Starting at the top of the listing below, copy each line exactly, stopping after the line that contains "- a screen's".
------ Record excerpts
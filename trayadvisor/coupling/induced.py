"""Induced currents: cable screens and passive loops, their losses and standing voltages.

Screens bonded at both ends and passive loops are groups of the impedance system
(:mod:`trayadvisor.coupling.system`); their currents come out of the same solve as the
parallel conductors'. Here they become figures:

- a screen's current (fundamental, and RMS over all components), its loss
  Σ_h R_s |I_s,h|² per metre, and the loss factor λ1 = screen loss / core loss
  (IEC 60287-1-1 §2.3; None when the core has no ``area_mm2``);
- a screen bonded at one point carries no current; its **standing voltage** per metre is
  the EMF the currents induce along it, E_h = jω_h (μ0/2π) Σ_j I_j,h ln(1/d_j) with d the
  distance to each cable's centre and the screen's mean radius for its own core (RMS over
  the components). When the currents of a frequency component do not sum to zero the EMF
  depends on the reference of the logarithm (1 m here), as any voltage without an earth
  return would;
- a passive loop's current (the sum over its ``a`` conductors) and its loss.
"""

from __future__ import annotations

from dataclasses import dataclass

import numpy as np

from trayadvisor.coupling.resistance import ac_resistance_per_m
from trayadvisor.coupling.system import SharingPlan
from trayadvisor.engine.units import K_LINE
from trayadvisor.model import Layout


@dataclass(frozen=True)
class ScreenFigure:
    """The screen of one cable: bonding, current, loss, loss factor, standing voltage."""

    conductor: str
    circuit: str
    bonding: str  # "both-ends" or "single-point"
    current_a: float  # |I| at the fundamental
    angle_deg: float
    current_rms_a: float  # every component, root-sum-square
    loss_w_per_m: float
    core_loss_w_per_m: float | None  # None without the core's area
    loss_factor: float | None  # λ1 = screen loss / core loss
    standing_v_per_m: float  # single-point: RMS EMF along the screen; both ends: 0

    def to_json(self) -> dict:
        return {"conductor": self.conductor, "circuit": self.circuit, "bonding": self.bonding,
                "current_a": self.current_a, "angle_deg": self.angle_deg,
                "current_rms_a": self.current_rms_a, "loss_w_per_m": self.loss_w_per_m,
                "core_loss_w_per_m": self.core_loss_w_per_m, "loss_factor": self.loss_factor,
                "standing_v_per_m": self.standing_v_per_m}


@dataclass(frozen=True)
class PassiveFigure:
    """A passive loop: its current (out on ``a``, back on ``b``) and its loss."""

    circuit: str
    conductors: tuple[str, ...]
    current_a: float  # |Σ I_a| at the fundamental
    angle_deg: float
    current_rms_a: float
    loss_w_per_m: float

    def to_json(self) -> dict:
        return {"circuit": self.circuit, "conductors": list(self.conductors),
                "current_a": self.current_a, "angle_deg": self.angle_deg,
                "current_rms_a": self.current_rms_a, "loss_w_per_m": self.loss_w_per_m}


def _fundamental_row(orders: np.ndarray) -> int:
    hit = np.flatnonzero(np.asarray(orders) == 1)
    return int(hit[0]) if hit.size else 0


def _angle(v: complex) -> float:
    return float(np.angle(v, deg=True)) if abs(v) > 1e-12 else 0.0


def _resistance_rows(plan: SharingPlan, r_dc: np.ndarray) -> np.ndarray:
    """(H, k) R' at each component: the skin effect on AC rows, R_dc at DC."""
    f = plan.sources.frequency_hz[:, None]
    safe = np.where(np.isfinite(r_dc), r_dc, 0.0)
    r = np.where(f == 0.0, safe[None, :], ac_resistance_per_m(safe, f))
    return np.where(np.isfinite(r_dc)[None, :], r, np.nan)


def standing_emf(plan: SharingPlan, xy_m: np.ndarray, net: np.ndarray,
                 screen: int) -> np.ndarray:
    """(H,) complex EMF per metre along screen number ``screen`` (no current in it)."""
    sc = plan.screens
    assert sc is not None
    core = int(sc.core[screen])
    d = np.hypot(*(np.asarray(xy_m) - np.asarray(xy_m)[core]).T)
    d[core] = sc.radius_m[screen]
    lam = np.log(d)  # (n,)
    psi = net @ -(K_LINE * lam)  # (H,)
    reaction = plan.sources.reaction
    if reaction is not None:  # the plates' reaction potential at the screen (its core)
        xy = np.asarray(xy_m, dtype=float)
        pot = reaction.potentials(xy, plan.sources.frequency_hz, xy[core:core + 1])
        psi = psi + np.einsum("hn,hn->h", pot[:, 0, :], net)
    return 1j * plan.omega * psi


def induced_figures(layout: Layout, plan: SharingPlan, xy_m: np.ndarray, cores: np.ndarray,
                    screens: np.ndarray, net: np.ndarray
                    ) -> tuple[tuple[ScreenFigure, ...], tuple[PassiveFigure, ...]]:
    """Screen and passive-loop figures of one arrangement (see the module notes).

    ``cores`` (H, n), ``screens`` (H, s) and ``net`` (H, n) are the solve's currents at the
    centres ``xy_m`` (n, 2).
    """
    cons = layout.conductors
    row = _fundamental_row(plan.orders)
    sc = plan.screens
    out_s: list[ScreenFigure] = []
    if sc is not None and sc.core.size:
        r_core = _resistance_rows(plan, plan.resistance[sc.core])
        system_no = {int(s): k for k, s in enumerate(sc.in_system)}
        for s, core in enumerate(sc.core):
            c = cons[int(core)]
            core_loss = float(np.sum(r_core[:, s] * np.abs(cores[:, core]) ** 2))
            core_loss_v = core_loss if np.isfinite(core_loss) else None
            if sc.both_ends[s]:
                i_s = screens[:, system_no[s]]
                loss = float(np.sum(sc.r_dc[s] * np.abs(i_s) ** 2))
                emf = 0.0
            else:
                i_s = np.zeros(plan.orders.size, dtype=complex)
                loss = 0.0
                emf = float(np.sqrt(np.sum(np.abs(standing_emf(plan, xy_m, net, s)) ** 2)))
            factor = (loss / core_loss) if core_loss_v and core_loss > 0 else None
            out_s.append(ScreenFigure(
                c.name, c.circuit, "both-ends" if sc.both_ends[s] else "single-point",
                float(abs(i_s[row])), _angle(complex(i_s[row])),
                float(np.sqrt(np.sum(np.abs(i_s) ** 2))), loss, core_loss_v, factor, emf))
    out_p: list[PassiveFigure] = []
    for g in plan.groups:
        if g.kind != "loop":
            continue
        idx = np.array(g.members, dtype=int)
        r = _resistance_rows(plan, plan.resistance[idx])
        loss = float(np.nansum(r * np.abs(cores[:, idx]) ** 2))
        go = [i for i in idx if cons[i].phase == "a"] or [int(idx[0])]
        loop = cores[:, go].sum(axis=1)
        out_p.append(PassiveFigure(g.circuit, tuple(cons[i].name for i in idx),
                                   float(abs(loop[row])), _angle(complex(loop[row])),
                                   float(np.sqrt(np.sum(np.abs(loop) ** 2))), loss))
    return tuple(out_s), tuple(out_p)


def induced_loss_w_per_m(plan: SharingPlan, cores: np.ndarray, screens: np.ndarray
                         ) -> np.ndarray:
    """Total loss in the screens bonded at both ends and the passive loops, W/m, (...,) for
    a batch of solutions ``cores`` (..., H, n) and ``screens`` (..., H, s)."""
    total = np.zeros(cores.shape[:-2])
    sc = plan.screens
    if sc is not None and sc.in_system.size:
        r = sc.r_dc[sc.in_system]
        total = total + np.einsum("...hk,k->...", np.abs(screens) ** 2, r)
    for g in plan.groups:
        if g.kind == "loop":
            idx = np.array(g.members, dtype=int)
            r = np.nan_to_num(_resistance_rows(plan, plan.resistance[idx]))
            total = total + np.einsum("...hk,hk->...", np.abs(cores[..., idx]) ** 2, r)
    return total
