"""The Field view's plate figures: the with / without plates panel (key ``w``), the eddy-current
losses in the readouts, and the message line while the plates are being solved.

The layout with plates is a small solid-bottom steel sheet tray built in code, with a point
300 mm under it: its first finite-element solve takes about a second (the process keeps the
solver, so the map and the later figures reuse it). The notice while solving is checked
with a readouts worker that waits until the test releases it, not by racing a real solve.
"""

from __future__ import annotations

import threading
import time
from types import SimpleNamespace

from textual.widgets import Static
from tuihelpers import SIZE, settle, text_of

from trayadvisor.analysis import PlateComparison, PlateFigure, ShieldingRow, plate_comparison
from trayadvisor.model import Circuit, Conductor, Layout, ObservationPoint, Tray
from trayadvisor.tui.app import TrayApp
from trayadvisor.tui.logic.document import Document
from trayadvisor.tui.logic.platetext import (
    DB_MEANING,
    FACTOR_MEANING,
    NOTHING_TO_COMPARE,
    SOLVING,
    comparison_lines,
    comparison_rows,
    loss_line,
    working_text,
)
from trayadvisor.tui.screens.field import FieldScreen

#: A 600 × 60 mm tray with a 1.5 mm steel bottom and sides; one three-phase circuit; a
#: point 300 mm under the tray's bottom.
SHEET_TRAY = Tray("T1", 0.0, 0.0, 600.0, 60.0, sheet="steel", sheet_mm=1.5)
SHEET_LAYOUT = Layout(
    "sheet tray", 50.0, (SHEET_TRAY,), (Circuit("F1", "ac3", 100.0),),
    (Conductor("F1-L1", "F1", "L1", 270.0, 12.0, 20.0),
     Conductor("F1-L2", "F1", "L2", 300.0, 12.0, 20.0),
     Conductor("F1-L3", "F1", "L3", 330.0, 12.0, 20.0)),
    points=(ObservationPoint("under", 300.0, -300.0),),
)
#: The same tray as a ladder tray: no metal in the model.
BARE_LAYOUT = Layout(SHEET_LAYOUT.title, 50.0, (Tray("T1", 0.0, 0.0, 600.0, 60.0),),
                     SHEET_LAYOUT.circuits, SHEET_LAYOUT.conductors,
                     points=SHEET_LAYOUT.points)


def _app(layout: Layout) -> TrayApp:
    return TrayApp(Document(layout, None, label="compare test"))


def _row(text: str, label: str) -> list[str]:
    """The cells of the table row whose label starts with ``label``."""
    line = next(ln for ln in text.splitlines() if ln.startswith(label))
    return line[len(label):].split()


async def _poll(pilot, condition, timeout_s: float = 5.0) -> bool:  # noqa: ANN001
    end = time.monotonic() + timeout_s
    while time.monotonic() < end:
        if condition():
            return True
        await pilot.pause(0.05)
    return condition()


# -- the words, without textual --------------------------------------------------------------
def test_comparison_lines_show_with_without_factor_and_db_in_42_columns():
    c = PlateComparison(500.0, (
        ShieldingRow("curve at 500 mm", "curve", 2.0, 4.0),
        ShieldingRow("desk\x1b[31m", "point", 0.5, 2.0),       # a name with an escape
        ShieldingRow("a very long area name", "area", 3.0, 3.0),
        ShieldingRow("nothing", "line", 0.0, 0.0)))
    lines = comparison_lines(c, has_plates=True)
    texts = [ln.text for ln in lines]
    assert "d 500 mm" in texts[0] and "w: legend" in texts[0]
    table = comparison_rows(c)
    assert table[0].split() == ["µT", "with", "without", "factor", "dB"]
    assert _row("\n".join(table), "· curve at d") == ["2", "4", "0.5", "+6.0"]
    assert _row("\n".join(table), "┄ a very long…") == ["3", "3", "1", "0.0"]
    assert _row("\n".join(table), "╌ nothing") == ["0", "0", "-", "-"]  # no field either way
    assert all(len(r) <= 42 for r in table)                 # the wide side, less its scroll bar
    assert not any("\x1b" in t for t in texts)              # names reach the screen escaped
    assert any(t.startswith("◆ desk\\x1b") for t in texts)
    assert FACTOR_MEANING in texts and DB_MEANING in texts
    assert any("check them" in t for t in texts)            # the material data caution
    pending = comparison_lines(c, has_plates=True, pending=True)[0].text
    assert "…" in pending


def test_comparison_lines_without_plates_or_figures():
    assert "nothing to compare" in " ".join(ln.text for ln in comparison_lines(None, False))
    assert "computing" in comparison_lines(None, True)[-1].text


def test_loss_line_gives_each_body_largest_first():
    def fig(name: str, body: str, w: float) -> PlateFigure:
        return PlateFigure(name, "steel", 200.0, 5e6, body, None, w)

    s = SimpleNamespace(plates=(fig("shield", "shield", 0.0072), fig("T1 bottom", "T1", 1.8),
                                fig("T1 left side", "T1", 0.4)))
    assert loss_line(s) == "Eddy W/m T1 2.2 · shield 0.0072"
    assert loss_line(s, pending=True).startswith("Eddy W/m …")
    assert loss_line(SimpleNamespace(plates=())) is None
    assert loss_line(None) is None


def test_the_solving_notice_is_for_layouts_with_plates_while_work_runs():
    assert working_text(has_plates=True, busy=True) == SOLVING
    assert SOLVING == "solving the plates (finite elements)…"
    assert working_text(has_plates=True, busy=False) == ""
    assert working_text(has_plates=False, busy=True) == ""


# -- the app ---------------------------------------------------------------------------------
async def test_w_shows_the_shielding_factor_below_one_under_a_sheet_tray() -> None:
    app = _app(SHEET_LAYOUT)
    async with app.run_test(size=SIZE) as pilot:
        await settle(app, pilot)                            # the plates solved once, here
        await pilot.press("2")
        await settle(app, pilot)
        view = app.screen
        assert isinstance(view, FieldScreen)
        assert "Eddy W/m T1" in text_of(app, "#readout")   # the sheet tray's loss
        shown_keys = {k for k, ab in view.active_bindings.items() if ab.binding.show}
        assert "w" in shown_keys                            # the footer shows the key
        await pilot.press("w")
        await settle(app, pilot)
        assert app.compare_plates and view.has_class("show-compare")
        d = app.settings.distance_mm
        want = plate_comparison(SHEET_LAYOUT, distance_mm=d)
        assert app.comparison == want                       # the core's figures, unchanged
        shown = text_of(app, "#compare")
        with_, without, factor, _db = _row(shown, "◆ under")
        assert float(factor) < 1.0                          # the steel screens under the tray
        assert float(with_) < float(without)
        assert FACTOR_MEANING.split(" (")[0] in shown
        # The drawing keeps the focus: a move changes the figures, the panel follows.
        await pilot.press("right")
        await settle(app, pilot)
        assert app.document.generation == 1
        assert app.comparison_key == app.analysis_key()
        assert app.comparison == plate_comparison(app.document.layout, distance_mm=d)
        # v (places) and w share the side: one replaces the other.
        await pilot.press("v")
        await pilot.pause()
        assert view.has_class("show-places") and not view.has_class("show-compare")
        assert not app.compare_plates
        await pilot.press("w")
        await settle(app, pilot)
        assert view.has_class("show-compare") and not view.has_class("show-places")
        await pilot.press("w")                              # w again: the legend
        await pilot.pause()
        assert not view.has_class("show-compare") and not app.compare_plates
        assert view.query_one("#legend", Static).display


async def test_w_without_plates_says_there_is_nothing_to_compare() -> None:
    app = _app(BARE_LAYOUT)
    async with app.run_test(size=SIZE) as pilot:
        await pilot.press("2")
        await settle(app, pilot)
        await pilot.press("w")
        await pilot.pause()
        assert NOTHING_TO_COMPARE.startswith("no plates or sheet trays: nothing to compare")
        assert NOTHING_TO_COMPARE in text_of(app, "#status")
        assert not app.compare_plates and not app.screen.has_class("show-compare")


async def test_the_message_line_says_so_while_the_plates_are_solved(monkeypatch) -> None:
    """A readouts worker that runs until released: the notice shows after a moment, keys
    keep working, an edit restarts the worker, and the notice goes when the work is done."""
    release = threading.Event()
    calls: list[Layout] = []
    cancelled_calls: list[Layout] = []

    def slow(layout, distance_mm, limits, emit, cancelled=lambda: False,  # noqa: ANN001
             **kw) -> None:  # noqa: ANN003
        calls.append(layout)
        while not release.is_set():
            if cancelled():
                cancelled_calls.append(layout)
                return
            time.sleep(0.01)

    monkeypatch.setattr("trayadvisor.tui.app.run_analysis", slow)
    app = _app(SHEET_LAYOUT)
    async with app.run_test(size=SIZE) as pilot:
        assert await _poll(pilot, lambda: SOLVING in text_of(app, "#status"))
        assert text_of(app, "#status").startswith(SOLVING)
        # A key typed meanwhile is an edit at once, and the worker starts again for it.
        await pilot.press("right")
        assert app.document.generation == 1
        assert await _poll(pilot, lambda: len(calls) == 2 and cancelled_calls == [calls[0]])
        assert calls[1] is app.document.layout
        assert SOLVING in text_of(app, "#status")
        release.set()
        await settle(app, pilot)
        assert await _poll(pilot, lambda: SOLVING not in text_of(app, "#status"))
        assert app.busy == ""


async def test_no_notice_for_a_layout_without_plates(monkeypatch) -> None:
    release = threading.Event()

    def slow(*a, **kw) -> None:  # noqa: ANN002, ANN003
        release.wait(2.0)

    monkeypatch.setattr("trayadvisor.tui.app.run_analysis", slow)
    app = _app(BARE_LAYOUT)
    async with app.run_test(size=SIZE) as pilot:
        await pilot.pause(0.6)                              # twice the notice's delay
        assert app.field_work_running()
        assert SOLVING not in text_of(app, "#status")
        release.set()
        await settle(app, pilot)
------------
Exercise answer:
filename trayadvisor/coupling/induced.py
"""Induced currents: cable screens and passive loops, their losses and standing voltages.

Screens bonded at both ends and passive loops are groups of the impedance system
(:mod:`trayadvisor.coupling.system`); their currents come out of the same solve as the
parallel conductors'. Here they become figures:

- a screen's current (fundamental, and RMS over all components), its loss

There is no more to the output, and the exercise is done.